EnergyMarkets – Oil Prices Rise as Middle East Tensions Persist
EnergyMarkets – Oil prices moved higher on Friday as uncertainty surrounding ongoing diplomatic discussions between the United States and Iran continued to keep global energy markets on edge. Although reports indicated that negotiations between both sides have shown some progress, major disagreements remain unresolved, limiting investor confidence and adding pressure to oil supply expectations.

Key Issues Continue to Delay Agreement
One of the central areas of dispute remains Iran’s uranium reserves and the future control of the strategically important Strait of Hormuz. The narrow waterway is considered one of the world’s most critical oil transit routes, and any disruption there can significantly affect global crude supplies.
US Secretary of State Marco Rubio said recent discussions had produced encouraging developments, but he made it clear that any proposal involving a toll mechanism in the Strait of Hormuz would not be accepted by Washington. His comments reflected continued concerns over the stability of energy transportation routes in the region.
Meanwhile, Donald Trump stated that the United States intends to eventually take control of Iran’s uranium stockpile. Speaking at the White House, Trump said the material would likely be destroyed once secured, emphasizing that the US does not want Iran to retain access to it.
Iran, however, has repeatedly maintained that its uranium activities are intended solely for peaceful and civilian purposes.
Oil Market Reacts to Supply Fears
The uncertainty surrounding the negotiations has directly influenced energy prices. Brent crude futures climbed to nearly $104.2 per barrel, gaining around 1.6% during Friday trading. West Texas Intermediate crude also moved upward, reaching approximately $97.43 per barrel.
The rise followed a sharp decline in oil prices on Thursday, when markets briefly reacted positively to signs that diplomatic talks could ease geopolitical tensions. However, the absence of any confirmed breakthrough quickly shifted investor sentiment back toward caution.
Analysts said traders are increasingly concerned that prolonged instability in the Middle East could limit future oil supplies at a time when seasonal energy demand is expected to increase.
Global Energy Agencies Warn of Further Pressure
The International Energy Agency warned that crude prices could move into what it described as a “red zone” during the peak summer consumption period. According to the agency, strong fuel demand combined with the possibility of limited additional supply from the Middle East could place further upward pressure on global oil markets.
Financial institutions are also adjusting their projections. Banking giant Citigroup suggested in a recent market note that Brent crude could potentially climb to $120 per barrel in the near term if uncertainty surrounding the Strait of Hormuz continues.

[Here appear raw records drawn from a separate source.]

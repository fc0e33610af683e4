/* The normal and the t copula at points: published log-densities, pairs in the tails, boxes,
 * correlations of 1 and -1. Several degrees of freedom: grouped_points.c. */
#include "asked.h"

#include "../../src/evaluation_work.h"

#include <gsl/gsl_errno.h>

static size_t split(const char *text, double *u)
{
    size_t n = 0;
    for (char *end; *text; text = end + (*end == ' ')) u[n++] = strtod(text, &end);
    return n;
}

/* copula_logdensity_multivariate.csv: by definition, mpmath */
static void published_log_densities(void **state)
{
    (void)state;
    struct csv *t = csv_read("copula_logdensity_multivariate.csv");
    for (size_t i = 0; i < t->rows; i++) {
        struct sample_copula s;
        double u[4];
        size_t d = split(csv_text(t, i, "u"), u);
        bool normal = csv_is(t, i, "family", "normal");
        copula *c = normal ? elliptical(&s, "gaussian", d, 0.4, 0)
                           : elliptical(&s, "t", d, 0.4, csv_number(t, i, "nu"));
        if (d == 3) {
            set_correlation(&s, 0, 1, 0.5);
            set_correlation(&s, 0, 2, 0.3);
            set_correlation(&s, 1, 2, -0.2);
        }
        assert_within(ask(c, LOG_DENSITY, u), csv_number(t, i, "log_density"), 1e-9);
    }
    assert_int_equal(t->rows, 20);
    csv_free(t);
}

/* student_pair.csv, written by copula_points.py with mpmath: the arcsine-angle integral, for df
 * 0.5, 5.5 and 1e6 down to 1e-140 */
static void pairs_in_the_tails(void **state)
{
    (void)state;
    struct csv *t = csv_read("student_pair.csv");
    for (size_t i = 0; i < t->rows; i++) {
        struct sample_copula s;
        copula *c = elliptical(&s, "t", 2, csv_number(t, i, "correlation"), csv_number(t, i, "df"));
        const double u[2] = { csv_number(t, i, "u"), csv_number(t, i, "v") };
        assert_close(ask(c, CDF, u), csv_number(t, i, "C"), 1e-10);
    }
    assert_int_equal(t->rows, 54);
    csv_free(t);
}

/* Sheppard (1899): C(1/2, 1/2) = 1/4 + asin(correlation)/(2 pi), for correlations to the ends */
static void sheppard(void **state)
{
    (void)state;
    uint64_t r = 3;
    for (size_t i = 0; i < effort(200); i++) {
        struct sample_copula s;
        double sign = random_below(&r, 2) ? 1 : -1;
        double correlation = sign * (1 - pow(10, -12 * random_uniform(&r)));
        double want = acos(-correlation) / (2 * acos(-1));
        const double u[2] = { 0.5, 0.5 };
        copula *c = elliptical(&s, "gaussian", 2, correlation, 0);
        assert_close(ask(c, CDF, u), want, 1e-10);
        elliptical(&s, "t", 2, correlation, pow(10, 6 * random_uniform(&r) - 0.3));
        assert_close(ask(c, CDF, u), want, 1e-10);
    }
}

static void perfect_dependence(void **state)
{
    (void)state;
    const double u[2] = { 0.3, 0.8 };
    struct sample_copula s;
    copula *c = elliptical(&s, "t", 2, 1, 4);
    assert_same(ask(c, CDF, u), 0.3);
    elliptical(&s, "gaussian", 2, -1, 0);
    assert_close(ask(c, CDF, u), 0.1, 1e-15);
    pool p = { 0 };
    struct evaluation e;
    double x[2];
    assert_int_equal(evaluation_of(c, &e, &p), OK);
    assert_non_null(evaluation_limit(&e, ASK_DENSITY));
    assert_int_equal(log_density_at(&e, u, x), OUT_OF_DOMAIN);
    assert_int_equal(conditional_at(&e, u, x), OUT_OF_DOMAIN);
    assert_null(evaluation_limit(&e, ASK_CDF));
    /* with several df these are not perfectly dependent, so that min(u, v) is not the answer */
    assert_int_equal(evaluation_of(elliptical(&s, "t", 2, 1, 4), &e, &p), OK);
    s.df[0] = 9;
    assert_int_equal(evaluation_of(&s.c, &e, &p), OK);
    assert_null(evaluation_limit(&e, ASK_CDF));
    assert_int_equal(cdf_at(&e, u, x, x + 1), OK);
    assert_true(x[0] < 0.3 && x[0] > 0.29);
    pool_empty(&p);
}

/* As few degrees of freedom as 1e-6 are refused, not answered, but for the Kendall distribution. */
static void too_few_degrees(void **state)
{
    (void)state;
    struct sample_copula s;
    pool p = { 0 };
    struct evaluation e;
    for (enum question q = ASK_CDF; q <= ASK_KENDALL; q++) {
        assert_int_equal(evaluation_of(elliptical(&s, "t", 2, 0.5, 1e-6), &e, &p), OK);
        assert_int_equal(evaluation_limit(&e, q) != NULL, q != ASK_KENDALL);
        assert_int_equal(evaluation_of(elliptical(&s, "t", 2, 0.5, 0.001), &e, &p), OK);
        assert_null(evaluation_limit(&e, q));
    }
    pool_empty(&p);
}

static double box(const copula *c, const double *u, double *error)
{
    pool p = { 0 };
    struct evaluation e;
    double value;
    assert_int_equal(evaluation_of(c, &e, &p), OK);
    assert_int_equal(cdf_at(&e, u, &value, error), OK);
    pool_empty(&p);
    return value;
}

/* orthant_probability.csv: Sheppard (1899), David (1953), Gupta (1963): 1/(d+1) at correlation 1/2,
 * for the normal and every t alike, grouped ones too; within five standard errors, which are small
 * */
static void orthants(void **state)
{
    (void)state;
    static const double half[] = { 0.5, 0.5, 0.5, 0.5, 0.5, 0.5, 0.5, 0.5, 0.5 };
    for (size_t d = 3; d <= 9; d++) {
        struct sample_copula s;
        double error, value, want = 1 / ((double)d + 1);
        copula *c = elliptical(&s, "gaussian", d, 0.5, 0);
        value = box(c, half, &error);
        assert_within(value, want, 5 * error);
        assert_true(error > 0 && error < 1e-4);
        elliptical(&s, "t", d, 0.5, 4);
        value = box(c, half, &error);
        assert_within(value, want, 5 * error);
        s.df[1] = 30;
        value = box(c, half, &error);
        assert_within(value, want, 5 * error);
        assert_true(error < 1e-4);
    }
}

/* With one column at 1 the box is that of the others, which the pair's integral knows. */
static void boxes_of_pairs(void **state)
{
    (void)state;
    uint64_t r = 8;
    for (size_t i = 0; i < effort(20); i++) {
        struct sample_copula three, two;
        double df = pow(10, 3 * random_uniform(&r) - 2.3), error;
        bool normal = random_below(&r, 2);
        const char *word = normal ? "gaussian" : "t";
        copula *c = elliptical(&three, word, 3, 0.6, df);
        copula *pair = elliptical(&two, word, 2, 0.6, df);
        const double u[3] = { random_uniform(&r), 1, random_uniform(&r) }, v[2] = { u[0], u[2] };
        double value = box(c, u, &error);
        assert_within(value, ask(pair, CDF, v), 5 * error + 1e-12);
    }
}

static void every_take_can_fail(void **state)
{
    (void)state;
    static const double u[3] = { 0.2, 0.5, 0.7 };
    for (int kind = 0; kind < 3; kind++)
        for (size_t fail_at = 1;; fail_at++) {
            struct sample_copula s;
            copula *c = elliptical(&s, kind ? "t" : "gaussian", 3, 0.5, 4);
            if (kind == 2) s.df[2] = 9;
            pool p = { .fail_at = fail_at };
            struct evaluation e;
            double value, error;
            status done = evaluation_of(c, &e, &p);
            if (done == OK) done = cdf_at(&e, u, &value, &error);
            bool failed = p.taken >= fail_at;
            pool_empty(&p);
            assert_int_equal(done, failed ? NO_MEMORY : OK);
            if (!failed) break;
        }
}

/* Row i of a table with columns d, df, correlation, u and C: all columns alike, up to 500. */
static double equal_box(const struct csv *t, size_t i, bool fewer, double *error)
{
    static double matrix[500 * 500], df[500], u[500];
    size_t d = (size_t)csv_number(t, i, "d");
    bool normal = csv_is(t, i, "df", "");
    for (size_t k = 0; k < d * d; k++)
        matrix[k] = k % (d + 1) ? csv_number(t, i, "correlation") : 1;
    for (size_t j = 0; j < d; j++) {
        u[j] = csv_number(t, i, "u");
        df[j] = normal ? 0 : csv_number(t, i, "df");
    }
    copula c = { .family = family_named(normal ? "gaussian" : "t"), .dimension = d,
                 .matrix = matrix, .df = df };
    pool p = { 0 };
    struct evaluation e;
    double value;
    assert_int_equal(evaluation_of(&c, &e, &p), OK);
    for (size_t n = 1; fewer && box_points(&e) > 4096; n *= 2) with_fewer_box_points(&e, n);
    assert_int_equal(cdf_at(&e, u, &value, error), OK);
    pool_empty(&p);
    return value;
}

/* equicorrelated.csv, SciPy: as integrals over what the columns share. Beyond 130 columns random
 * numbers take part; of eight means twice the standard error is exceeded once in twelve times, but
 * all rows share their points. */
static void boxes_of_many_columns(void **state)
{
    (void)state;
    struct csv *t = csv_read("equicorrelated.csv");
    size_t beyond = 0;
    for (size_t i = 0; i < t->rows; i++) {
        double error, value = equal_box(t, i, true, &error), want = csv_number(t, i, "C");
        assert_within(value, want, 6 * error);
        assert_true(error < sqrt(want * (1 - want) / 4096));       /* that of counting points */
        beyond += fabs(value - want) > 2 * error;
    }
    assert_int_equal(t->rows, 54);
    assert_true(beyond <= 10);
    csv_free(t);
}

/* small_boxes.csv likewise: points are drawn where the mass is, so that the error stays a small
 * part of the probability. */
static void small_boxes(void **state)
{
    (void)state;
    struct csv *t = csv_read("small_boxes.csv");
    for (size_t i = 0; i < t->rows; i++) {
        double error, value = equal_box(t, i, false, &error), want = csv_number(t, i, "C");
        assert_within(value, want, 6 * error);
        assert_true(error < 0.004 * want);
    }
    assert_int_equal(t->rows, 15);
    csv_free(t);
}

/* Uncorrelated columns multiply, with no error. */
static void many_uncorrelated(void **state)
{
    (void)state;
    static double matrix[300 * 300], u[300];
    double want = 1, value, error;
    pool p = { 0 };
    struct evaluation e;
    for (size_t j = 0; j < 300; j++) {
        matrix[301 * j] = 1;
        want *= u[j] = 1 - 1e-5 * (double)(j + 1);
    }
    copula c = { .family = family_named("gaussian"), .dimension = 300, .matrix = matrix };
    assert_int_equal(evaluation_of(&c, &e, &p), OK);
    assert_int_equal(cdf_at(&e, u, &value, &error), OK);
    assert_close(value, want, 1e-12);
    assert_true(error < 1e-14);
    pool_empty(&p);
}

int main(void)
{
    gsl_set_error_handler_off();
    const struct CMUnitTest tests[] = {
        cmocka_unit_test(published_log_densities), cmocka_unit_test(pairs_in_the_tails),
        cmocka_unit_test(sheppard), cmocka_unit_test(perfect_dependence),
        cmocka_unit_test(too_few_degrees), cmocka_unit_test(orthants),
        cmocka_unit_test(boxes_of_pairs), cmocka_unit_test(boxes_of_many_columns),
        cmocka_unit_test(small_boxes),
        cmocka_unit_test(many_uncorrelated), cmocka_unit_test(every_take_can_fail),
    };
    return cmocka_run_group_tests(tests, NULL, NULL);
}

The bank noted that the timeline for reopening or stabilizing shipping activity in the region remains difficult to predict. Analysts added that Iran may continue disrupting movement through the strait for some time while weighing the economic and political consequences of keeping the route restricted.

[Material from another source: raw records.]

/* What there is to say of a range that went well but for some of its cells. */
static status remark_reach(const char *what, const value *out, const char *range, const family *f,
                           report *r)
{
    size_t n = out->is == IS_TABLE ? out->table.rows * out->table.cols : 0;
    if (!range) return NO_MEMORY;
    for (size_t i = 0; i < n; i++)
        if (fault_in(out->table.at[i]) == OUT_OF_DOMAIN) {
            remark(r, "of %s a pair of the %s copula reaches only %s", what, f->word, range);
            break;
        }
    remark_pairs_only(f, out, r);
    return OK;
}

static status cell_theta(const argument *in, value *out, report *r)
{
    const family *f = families[in[0].word];
    if (!f->has_theta && !f->has_matrix)
        return refuse(r, BAD_KIND, "%s has no parameter", f->word);
    status s = each_number(&in[1], theta_of_tau, f, out, r);
    const char *range = tau_range(f, r->pool);
    if (s == OUT_OF_DOMAIN && out->is == IS_NUMBER)
        return refuse_reach("tau", &in[1], range, f, r);
    if (s == OK) s = remark_reach("tau", out, range, f, r);
    return s;
}

struct rho_call {
    const family *family;
    double df;
};

static status theta_of_rho(double rho, const void *with, double *theta)
{
    const struct rho_call *c = with;
    return theta_from_rho(c->family, rho, c->df, theta);
}

static status cell_thetarho(const argument *in, value *out, report *r)
{
    struct rho_call c = { families[in[0].word], in[2].number };
    const family *f = c.family;
    if (!f->has_theta && !f->has_matrix)
        return refuse(r, BAD_KIND, "%s has no parameter", f->word);
    if (f->has_df && !in[2].given)
        return refuse(r, BAD_KIND, "df is missing: %s needs it", f->word);
    if (!f->has_df && in[2].given)
        return refuse(r, BAD_KIND, "df is given, but %s has no degrees of freedom", f->word);
    status s = each_number(&in[1], theta_of_rho, &c, out, r);
    const char *range = rho_range(f, r->pool);
    if (s == OUT_OF_DOMAIN && out->is == IS_NUMBER)
        return refuse_reach("rho", &in[1], range, f, r);
    if (s == OK) s = remark_reach("rho", out, range, f, r);
    return s;
}

static status correlation_of(double tau, const void *unused, double *correlation)
{
    (void)unused;
    return correlation_from_tau(tau, correlation);
}

static status cell_greiner(const argument *in, value *out, report *r)
{
    return each_number(&in[0], correlation_of, NULL, out, r);
}

static status tau_of(double correlation, const void *unused, double *tau)
{
    (void)unused;
    return tau_from_correlation(correlation, tau);
}

static status cell_greinerback(const argument *in, value *out, report *r)
{
    return each_number(&in[0], tau_of, NULL, out, r);
}

static status cell_dffromtail(const argument *in, value *out, report *r)
{
    double correlation = in[0].number, lambda = in[1].number, df, highest = 0;
    status s = df_from_tail(correlation, lambda, &df, &highest);
    if (s == OUT_OF_DOMAIN && lambda < highest)
        return refuse(r, s, "lambda is %g, but with a correlation of %g takes degrees of freedom "
                      "outside [1e-6;1e9]", lambda, correlation);
    if (s == OUT_OF_DOMAIN)
        return refuse(r, s, "lambda is %g, but with a correlation of %g the t copula reaches only "
                      "(0;%g)", lambda, correlation, highest);
    return s == OK ? answer(out, df) : s;
}

static status put_family(const family *f, size_t row, value *out, report *r)
{
    pool *p = r->pool;
    const char *texts[] = { f->word, parameter_text(f, p), tau_range(f, p), dimensions_text(f, p),
                            rotations_text(f), tails_text(f) };
    for (size_t j = 0; j < sizeof texts / sizeof *texts; j++) {
        status s = texts[j] ? put_text(r, out, row, j, texts[j]) : NO_MEMORY;
        if (s != OK) return s;
    }
    return OK;
}

static status cell_families(const argument *in, value *out, report *r)
{
    (void)in;
    static const char *const header[] = {
        "family", "parameter", "tau", "dimensions", "rotations", "tails"
    };
    size_t n = 0, cols = sizeof header / sizeof *header;
    while (families[n]) n++;
    status s = new_table(r, n + 1, cols, out);
    for (size_t j = 0; s == OK && j < cols; j++) s = put_text(r, out, 0, j, header[j]);
    for (size_t i = 0; s == OK && i < n; i++) s = put_family(families[i], i + 1, out, r);
    return s;
}

enum { FAMILY, PARAMETER, FREEDOM, ROTATION, DIMENSION };

/* The number that a parameter is which came as a single cell. */
static status single_number(const value *one, double *x, report *r)
{
    if (one->is == IS_TEXT)
        return refuse(r, BAD_KIND, "parameter is the text \"%s\", but must be a number", one->text);
    if (one->is != IS_NUMBER) return refuse(r, BAD_KIND, "parameter must be one number");
    if (fault_in(one->number) != OK)
        return refuse(r, fault_in(one->number), "parameter is an error");
    if (!isfinite(one->number)) return refuse(r, OUT_OF_DOMAIN, "parameter is not a finite number");
    *x = one->number;
    return OK;
}

/* One correlation for all pairs. */
static status spread_correlation(const value *one, double *matrix, size_t d, report *r)
{
    const double ROUNDING = 1e-9;        /* as matrix_defect() has it */
    double correlation = 0;
    status s = single_number(one, &correlation, r);
    if (s == OK && fabs(correlation) > 1 + ROUNDING)
        return refuse(r, OUT_OF_DOMAIN, "parameter is %g, but a correlation is from -1 to 1",
                      correlation);
    correlation = fmax(-1, fmin(1, correlation));
    for (size_t i = 0; i < d; i++)
        for (size_t j = 0; j < d; j++) matrix[i * d + j] = i == j ? 1 : correlation;
    return s;
}

/* A matrix with its names. It says the dimension; where that is given as well, it must agree. */
static status take_matrix(const argument *in, copula *c, double **matrix, report *r)
{
    argument a = in[PARAMETER];
    status s = read_matrix(a.raw, "parameter", &a.data, &a.header, r);
    samples m = a.data;
    if (s != OK) return s;
    if (in[DIMENSION].given && c->dimension != m.cols)
        return refuse(r, BAD_KIND, "dimension is %zu, but parameter is a matrix of %zu columns",
                      c->dimension, m.cols);
    if (m.names) remark(r, "lines named as parameter names them");
    c->dimension = m.cols;
    c->lines = m.names;
    return take_correlations(&a, matrix, r);
}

Inflation Concerns Return to Global Markets
The renewed rise in crude prices has also reignited worries about inflation across major economies. Higher fuel and energy costs often translate into increased transportation and manufacturing expenses, affecting consumer prices worldwide.

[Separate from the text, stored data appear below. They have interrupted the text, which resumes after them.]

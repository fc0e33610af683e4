/* One call of a function: arguments left out or too many, sentences, the cache, no memory. */
#include "cells.h"

#include "../../addin/cache.h"

static size_t calls;

static status add_up(const argument *in, value *out, report *r)
{
    calls++;
    const samples *s = &in[0].data;
    if (s->rows < 2) return TOO_FEW;
    remark(r, "%zu rows used", s->rows);
    double sum = 0;
    for (size_t i = 0; i < s->rows; i++) sum += s->at[i] * in[1].number;
    status made = new_table(r, 1, 2, out);
    if (made != OK) return made;
    put_number(out, 0, 0, sum);
    return put_text(r, out, 0, 1, text_from(r->pool, "of %zu", s->rows));
}

static const function sum = {
    .name = "sum",
    .params = {
        { .name = "x", .kind = COLUMN },
        { .name = "factor", .kind = NUMBER, .optional = true, .otherwise = 2 },
    },
    .call = add_up,
};

static const function kept_sum = {
    .name = "keptSum",
    .params = {
        { .name = "x", .kind = COLUMN },
        { .name = "factor", .kind = NUMBER, .optional = true, .otherwise = 2 },
    },
    .costly = true,
    .call = add_up,
};

static void defaults_and_refusals(void **state)
{
    (void)state;
    pool p = { 0 };
    report r = { .pool = &p };
    value in[3] = { cells(&p, "1;2;3"), nothing(), nothing() }, out;
    assert_int_equal(call_function(&sum, in, 1, &out, &r), OK);
    assert_same(out.table.at[0], 12);
    assert_string_equal(out.table.words[1], "of 3");
    assert_string_equal(r.facts, "3 rows used");
    assert_int_equal(call_function(&sum, in, 2, &out, &r), OK);
    assert_int_equal(call_function(&sum, in, 3, &out, &r), BAD_KIND);
    assert_string_equal(r.why, "3 arguments given, but at most 2 can be");
    r = (report){ .pool = &p };
    assert_int_equal(call_function(&sum, in, 0, &out, &r), BAD_KIND);
    assert_string_equal(r.why, "x is missing");
    r = (report){ .pool = &p };
    in[0] = cells(&p, "h;2");
    assert_int_equal(call_function(&sum, in, 1, &out, &r), TOO_FEW);
    assert_string_equal(r.why, "there are too few observations");
    assert_int_equal(out.is == IS_TABLE && out.table.rows > 0, 0);
    pool_empty(&p);
}

static double kept(double first, double factor, const char *facts)
{
    pool p = { 0 };
    report r = { .pool = &p };
    value in[2] = { cells(&p, "0;2;3"), number(factor) }, out;
    in[0].table.at[0] = first;
    assert_int_equal(call_function(&kept_sum, in, 2, &out, &r), OK);
    assert_string_equal(r.facts, facts);
    assert_string_equal(out.table.words[1], "of 3");
    double result = out.table.at[0];
    pool_empty(&p);
    return result;
}

static void the_cache_keeps_whole_calls(void **state)
{
    (void)state;
    calls = 0;
    for (int again = 0; again < 3; again++) {
        assert_same(kept(1, 1, "3 rows used"), 6);
        assert_same(kept(1, 2, "3 rows used"), 12);
        assert_same(kept(2, 1, "3 rows used"), 7);
    }
    assert_int_equal(calls, 3);
    for (int i = 0; i < 40; i++) assert_same(kept(i, 1, "3 rows used"), i + 5);
    assert_int_equal(calls, 41);                /* 1 and 2 were known: 3 + 38 */
    assert_same(kept(1, 2, "3 rows used"), 12); /* forgotten by now */
    assert_int_equal(calls, 42);
    cache_empty();
    assert_same(kept(1, 2, "3 rows used"), 12);
    assert_int_equal(calls, 43);
    cache_empty();
}

static void every_allocation_may_fail(void **state)
{
    (void)state;
    for (size_t fail = 1;; fail++) {
        pool arguments = { 0 }, p = { .fail_at = fail };
        report r = { .pool = &p };
        value in = cells(&arguments, "h;2;3;4"), out;
        status s = call_function(&sum, &in, 1, &out, &r);
        bool failed = p.taken >= fail;
        assert_int_equal(s, failed ? NO_MEMORY : OK);
        if (failed) assert_string_equal(r.why, "there is not enough memory");
        pool_empty(&p);
        pool_empty(&arguments);
        if (!failed) break;
    }
}

static void why_speaks_for_others(void **state)
{
    (void)state;
    pool p = { 0 };
    report r = { .pool = &p };
    value in[3] = { text("joint.About"), nothing(), nothing() }, out;
    const function *why = function_named(" WHY ");
    assert_non_null(why);
    assert_int_equal(call_function(why, in, 1, &out, &r), OK);
    assert_string_equal(out.text, "fine");
    assert_int_equal(call_function(why, in, 2, &out, &r), OK);
    assert_string_equal(out.text, "1 argument given, but at most 0 can be");
    in[0] = text("nothing");
    assert_int_equal(call_function(why, in, 1, &out, &r), OK);
    assert_non_null(strstr(out.text, "there is no function \"nothing\""));
    in[0] = number(1);
    assert_int_equal(call_function(why, in, 1, &out, &r), OK);
    assert_string_equal(out.text, "WHY takes a name in quotes and then the arguments, as in "
                                  "WHY(\"TAU\";A1:A9;B1:B9)");
    assert_int_equal(call_function(why, in, 0, &out, &r), OK);
    assert_non_null(strstr(out.text, "WHY takes a name in quotes"));
    in[0] = text("greiner");
    in[1] = cells(&p, "0.5,2;3,1");
    assert_int_equal(call_function(why, in, 2, &out, &r), OK);
    assert_string_equal(out.text, "done, but 2 cells of the result hold errors, the first in row "
                                  "1, column 2: a number is outside its domain; the result is 2 x "
                                  "2 cells");
    in[1] = cells(&p, "a,b;0.5,2");
    assert_int_equal(call_function(why, in, 2, &out, &r), OK);
    assert_string_equal(out.text, "done, but 1 cell of the result holds an error, the first in row "
                                  "2, column 2: a number is outside its domain; header of tau "
                                  "skipped (\"a\", ...); the result is 2 x 2 cells");
    in[0] = text("why");
    assert_int_equal(call_function(why, in, 1, &out, &r), OK);
    assert_string_equal(out.text, "WHY cannot be asked about itself");
    pool_empty(&p);
}

int main(void)
{
    const struct CMUnitTest tests[] = {
        cmocka_unit_test(defaults_and_refusals),
        cmocka_unit_test(the_cache_keeps_whole_calls),
        cmocka_unit_test(every_allocation_may_fail),
        cmocka_unit_test(why_speaks_for_others),
    };
    return cmocka_run_group_tests(tests, NULL, NULL);
}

Central banks in several countries are now expected to remain cautious as they monitor the impact of energy volatility on inflation trends. Bond markets have already reacted to the growing uncertainty, with government bond yields rising amid expectations that interest rates could remain elevated for longer than previously anticipated.
Investors are closely watching developments in the Middle East, as any further escalation or delay in diplomatic progress could continue to influence oil prices and broader financial markets in the coming weeks.